*** Exercise data ***

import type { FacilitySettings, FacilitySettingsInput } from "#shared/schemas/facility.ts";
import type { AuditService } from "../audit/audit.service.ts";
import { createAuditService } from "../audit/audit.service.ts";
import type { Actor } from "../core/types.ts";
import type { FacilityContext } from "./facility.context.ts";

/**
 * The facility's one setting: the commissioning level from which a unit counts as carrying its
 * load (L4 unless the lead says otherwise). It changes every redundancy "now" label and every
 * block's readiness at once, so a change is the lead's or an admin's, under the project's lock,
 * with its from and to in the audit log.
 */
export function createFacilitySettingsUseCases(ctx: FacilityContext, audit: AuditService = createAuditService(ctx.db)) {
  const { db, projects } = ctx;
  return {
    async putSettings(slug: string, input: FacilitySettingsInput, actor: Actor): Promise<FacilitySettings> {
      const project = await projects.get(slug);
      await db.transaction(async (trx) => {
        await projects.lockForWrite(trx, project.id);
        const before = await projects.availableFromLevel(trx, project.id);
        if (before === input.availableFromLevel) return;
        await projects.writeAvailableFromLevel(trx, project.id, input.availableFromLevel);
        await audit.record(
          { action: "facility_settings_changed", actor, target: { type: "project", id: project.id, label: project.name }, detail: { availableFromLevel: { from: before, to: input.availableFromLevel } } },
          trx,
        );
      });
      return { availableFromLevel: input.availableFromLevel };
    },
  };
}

***

# Prompt:
Copy out each entry exactly, leaving nothing out.

# Task answer:
import type { FacilitySettings, FacilitySettingsInput } from "#shared/schemas/facility.ts";
import type { AuditService } from "../audit/audit.service.ts";
import { createAuditService } from "../audit/audit.service.ts";
import type { Actor } from "../core/types.ts";
import type { FacilityContext } from "./facility.context.ts";

/**
 * The facility's one setting: the commissioning level from which a unit counts as carrying its
 * load (L4 unless the lead says otherwise). It changes every redundancy "now" label and every
 * block's readiness at once, so a change is the lead's or an admin's, under the project's lock,
 * with its from and to in the audit log.
 */
export function createFacilitySettingsUseCases(ctx: FacilityContext, audit: AuditService = createAuditService(ctx.db)) {
  const { db, projects } = ctx;
  return {
    async putSettings(slug: string, input: FacilitySettingsInput, actor: Actor): Promise<FacilitySettings> {
      const project = await projects.get(slug);
      await db.transaction(async (trx) => {
        await projects.lockForWrite(trx, project.id);
        const before = await projects.availableFromLevel(trx, project.id);
        if (before === input.availableFromLevel) return;
        await projects.writeAvailableFromLevel(trx, project.id, input.availableFromLevel);
        await audit.record(
          { action: "facility_settings_changed", actor, target: { type: "project", id: project.id, label: project.name }, detail: { availableFromLevel: { from: before, to: input.availableFromLevel } } },
          trx,
        );
      });
      return { availableFromLevel: input.availableFromLevel };
    },
  };
}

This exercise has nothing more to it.